РЖ: В тех Ваших стихах, которые ближе к традиционной ритмике, Вы говорите бегло, спешно. Сюжеты многих Ваших стихов в принципе «быстры», ускорены, в десяти строках может оказаться заключено целые несколько лет жизни лирического героя или описываемого персонажа. Откуда этот эффект ускорения? Не обвинят ли поэта тогда в «клиповом сознании»? Это попытка обобщить жизнь в эпилоге, наподобие эпилога романа, или попытка переиграть жизнь, поставить ее вновь на карту, или может быть, попытка сделать саму жизнь ставкой в игре за спасительное слово?

И.М.: Это не ускорение, это синхронизация бытийственных фактов. Нет никакого отличия между тем, что произошло в далеком прошлом и тем, что неделю назад, так как мы имеем дело с последствиями, а последствия находятся здесь и сейчас. Обвинений в клиповом сознании бояться странно, так как клиповое сознание соответствует восприятию, и клиповость во многом интуитивно понятнее, ближе, чем развернутый нарратив. Минус в том, что такой текст ничего не решает. Он дает верные ощущения – но не решает, не отвечает на вопросы, не занимается «воспитанием чувств»; а автор не берет на себя никакой ответственности.

РЖ: Для Вас, как и для многих европейских поэтов, важны дискомфортные состояния: разочарования, мучительный выбор, людские несчастья, скрывающиеся за благополучным бытом. Не было ли у Вас стремления связать все пережитое и проговоренное в некую единую поэму? Вообще, насколько для Вас важна связность этих дискомфортных состояний, переклички между судьбами, или поэтическое слово всякий раз делает что может, выходит на помощь больному бытию – а потом уже как врач после операции, может лишь обратить взор в себя, а не продолжать сразу двигаться дальше?

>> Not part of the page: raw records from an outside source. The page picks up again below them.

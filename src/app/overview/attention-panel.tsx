import { Link } from 'react-router-dom';
import { panel, panelTitle } from '../../components/ui';
import { useBuildList, type BuildRecord } from '../../lib/resources/builds';
import { StatusBadge } from '../../features/builds/components/status-badge';
import { useSessions } from '../../features/sessions/api/get-sessions';
import { DEFAULT_FILTERS } from '../../features/sessions/list/session-filters';

const REGRESSIONS = { ...DEFAULT_FILTERS, regression: true, pageSize: 5 };

/** What a lead looks at first: regressions, failing builds and builds waiting for a sign-off. */
export function AttentionPanel() {
  const regressions = useSessions(REGRESSIONS);
  const builds = useBuildList(null);
  const failing = builds.data?.filter((b) => b.status === 'failing') ?? [];
  const awaiting = builds.data?.filter((b) => b.status === 'passing') ?? [];

  return (
    <section aria-labelledby="attention-title" className={panel}>
      <h2 id="attention-title" className={panelTitle}>
        Needs attention
      </h2>
      <div className="grid gap-5 md:grid-cols-3">
        <div>
          <h3 className="mb-2 font-bold">Regressions</h3>
          {regressions.isPending && <p className="text-sm text-ink-soft">Loading…</p>}
          {regressions.isError && <p role="alert" className="text-sm text-fail">Could not load sessions: {regressions.error.message}</p>}
          {regressions.data && regressions.data.items.length === 0 && <p className="text-sm text-ink-soft">None: every session meets what its core’s baseline met.</p>}
          <ul className="grid gap-1.5 text-sm">
            {regressions.data?.items.map((s) => (
              <li key={s.id}>
                <Link to={`/sessions/${s.id}`} className="font-bold underline">
                  Session {s.id}
                </Link>{' '}
                <span className="text-ink-soft">
                  {s.core?.name ?? `core ${s.coreId}`}
                  {s.build ? `, build ${s.build.label}` : ''}, {new Date(s.startedAt).toLocaleDateString()}
                </span>
              </li>
            ))}
          </ul>
          {regressions.data && regressions.data.total > regressions.data.items.length && (
            <Link to="/sessions?regression=true" className="mt-2 inline-block text-sm underline">
              All {regressions.data.total} regressions
            </Link>
          )}
        </div>
        <BuildColumn title="Failing builds" empty="No build’s latest session fails." builds={failing} query={builds} />
        <BuildColumn title="Waiting for review" empty="No passing build is waiting for a decision." builds={awaiting} query={builds} />
      </div>
    </section>
  );
}

function BuildColumn({ title, empty, builds, query }: { title: string; empty: string; builds: BuildRecord[]; query: ReturnType<typeof useBuildList> }) {
  return (
    <div>
      <h3 className="mb-2 font-bold">{title}</h3>
      {query.isPending && <p className="text-sm text-ink-soft">Loading…</p>}
      {query.isError && <p role="alert" className="text-sm text-fail">Could not load builds: {query.error.message}</p>}
      {query.data && builds.length === 0 && <p className="text-sm text-ink-soft">{empty}</p>}
      <ul className="grid gap-1.5 text-sm">
        {builds.slice(0, 5).map((b) => (
          <li key={b.id} className="flex flex-wrap items-center gap-2">
            <Link to={`/builds/${b.id}`} className="font-bold underline">
              {b.label}
            </Link>
            <StatusBadge status={b.status} />
            <span className="text-ink-soft">
              {b.sessionCount} session{b.sessionCount === 1 ? '' : 's'}
            </span>
          </li>
        ))}
      </ul>
    </div>
  );
}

И.М.: Я сама – человек дискомфортных состояний, именно они являются для меня наиболее продуктивными в смысле жизненной энергии, так как требуют решения какой-либо проблемы здесь и сейчас. Я не думаю, что возможно связать эти различные состояния в одно целое, так как каждое из них требует задействования собственных средств для выхода. Поэтическое слово обращается к опыту поэтических решений реальной проблемы и часто работает на опережение (в моем случае), и что касается наиболее возможного варианта развития событий и решения проблемы, то в стихах он определяется с большей долей вероятности.

РЖ: Что может поэзия, что может она сделать с человеком? В Ваших стихах получается, что поэзия может ускорить бег времени, быстро прокрутить кинопленку жизни, окрылить человека, на время впавшего в уныние, или позволить ему миновать боль. Но с этим может справиться и кино, и спектакль, а что именно еще делает поэтическая речь? Каково здесь Ваше поэтическое кредо? Можно ли сказать, что стихи позволяют дать формулы там, где другие искусства дают интуитивные рецепты?

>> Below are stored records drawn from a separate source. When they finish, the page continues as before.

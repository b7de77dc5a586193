import type { RequestHandler } from 'express';
import type { z } from 'zod';
import { HttpError } from '../http-error';

interface Schemas {
  body?: z.ZodType;
  query?: z.ZodType;
  params?: z.ZodType;
}

/**
 * Check the request against zod schemas (use z.strictObject so unknown fields are refused) and
 * replace each part with its parsed value. A failure is a 400 whose message names the first
 * field at fault and whose details list every issue.
 */
export function validate(schemas: Schemas): RequestHandler {
  return (req, _res, next) => {
    const issues: Array<{ path: string; message: string }> = [];
    for (const part of ['params', 'query', 'body'] as const) {
      const schema = schemas[part];
      if (!schema) continue;
      const result = schema.safeParse(req[part] ?? {});
      if (!result.success) {
        for (const issue of result.error.issues) issues.push({ path: [part, ...issue.path].join('.'), message: issue.message });
        continue;
      }
      // Express 5 makes req.query a getter; define it over so handlers see the parsed value.
      if (part === 'query') Object.defineProperty(req, 'query', { value: result.data, writable: true, configurable: true });
      else req[part] = result.data;
    }
    if (issues.length) return next(new HttpError(400, 'invalid', `${issues[0].path}: ${issues[0].message}`, issues));
    next();
  };
}
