import { QueryClient } from '@tanstack/react-query';
import { ApiError } from './api';

/** The one QueryClient of the app. Client errors (4xx) are not worth retrying. */
export const queryClient = new QueryClient({
  defaultOptions: {
    queries: {
      staleTime: 10_000,
      retry: (failureCount, error) =>
        !(error instanceof ApiError && error.status >= 400 && error.status < 500) && failureCount < 2,
    },
  },
});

И.М.: Поэтическая речь, как и язык любого другого вида искусства, дает тебе только одно ощущение – что ты не уникален. Уникальность – это очень страшное чувство. Потому что именно в состоянии ощущения собственной уникальности ты берешь только на себя ответственность за свою жизнь, за свое никому не нужное прошлое и свое никому не известное будущее. Поэзия смеется над тобой и через этот смех спасает. То же самое делают другие искусства, воздействуя на разные органы восприятия. Что касается моего поэтического кредо, то оно вообще может быть только одно – делать то, что ты можешь лучше всего, точнее, создавать такое пространство стиха, в которым ты совершенен.

РЖ:Последний вопрос. Кто для Вас идеальный поэт, как бы Вы описали идеального поэта? Это разговорчивый свидетель, способный вспомнить радости, или молчаливый мыслитель, уходящий во тьму самозабвенности? Такой поэт – мистик, чудотворец, или врач, или учитель, воспитатель ума и души? Что обещает этот образ идеального поэта?

И.М.: Идеальный поэт – это Бог, которому есть дело до всех нас. Образ, который ничего не обещает.